--- PROVIDED DATA Enclosed Below ---

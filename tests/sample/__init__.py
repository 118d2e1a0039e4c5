"""The invented retail market behind `sample_parquet/`: its generator and the truth it was made from."""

--- End of Enclosed PROVIDED DATA ---

## [PROBLEM STATEMENT]
The material shown above is to be retyped in full, without alteration.

## [REPLY TO THE TASK]
filename tests/sample/__init__.py
repository 118d2e1a0039e4c5
"""The invented retail market behind `sample_parquet/`: its generator and the truth it was made from."""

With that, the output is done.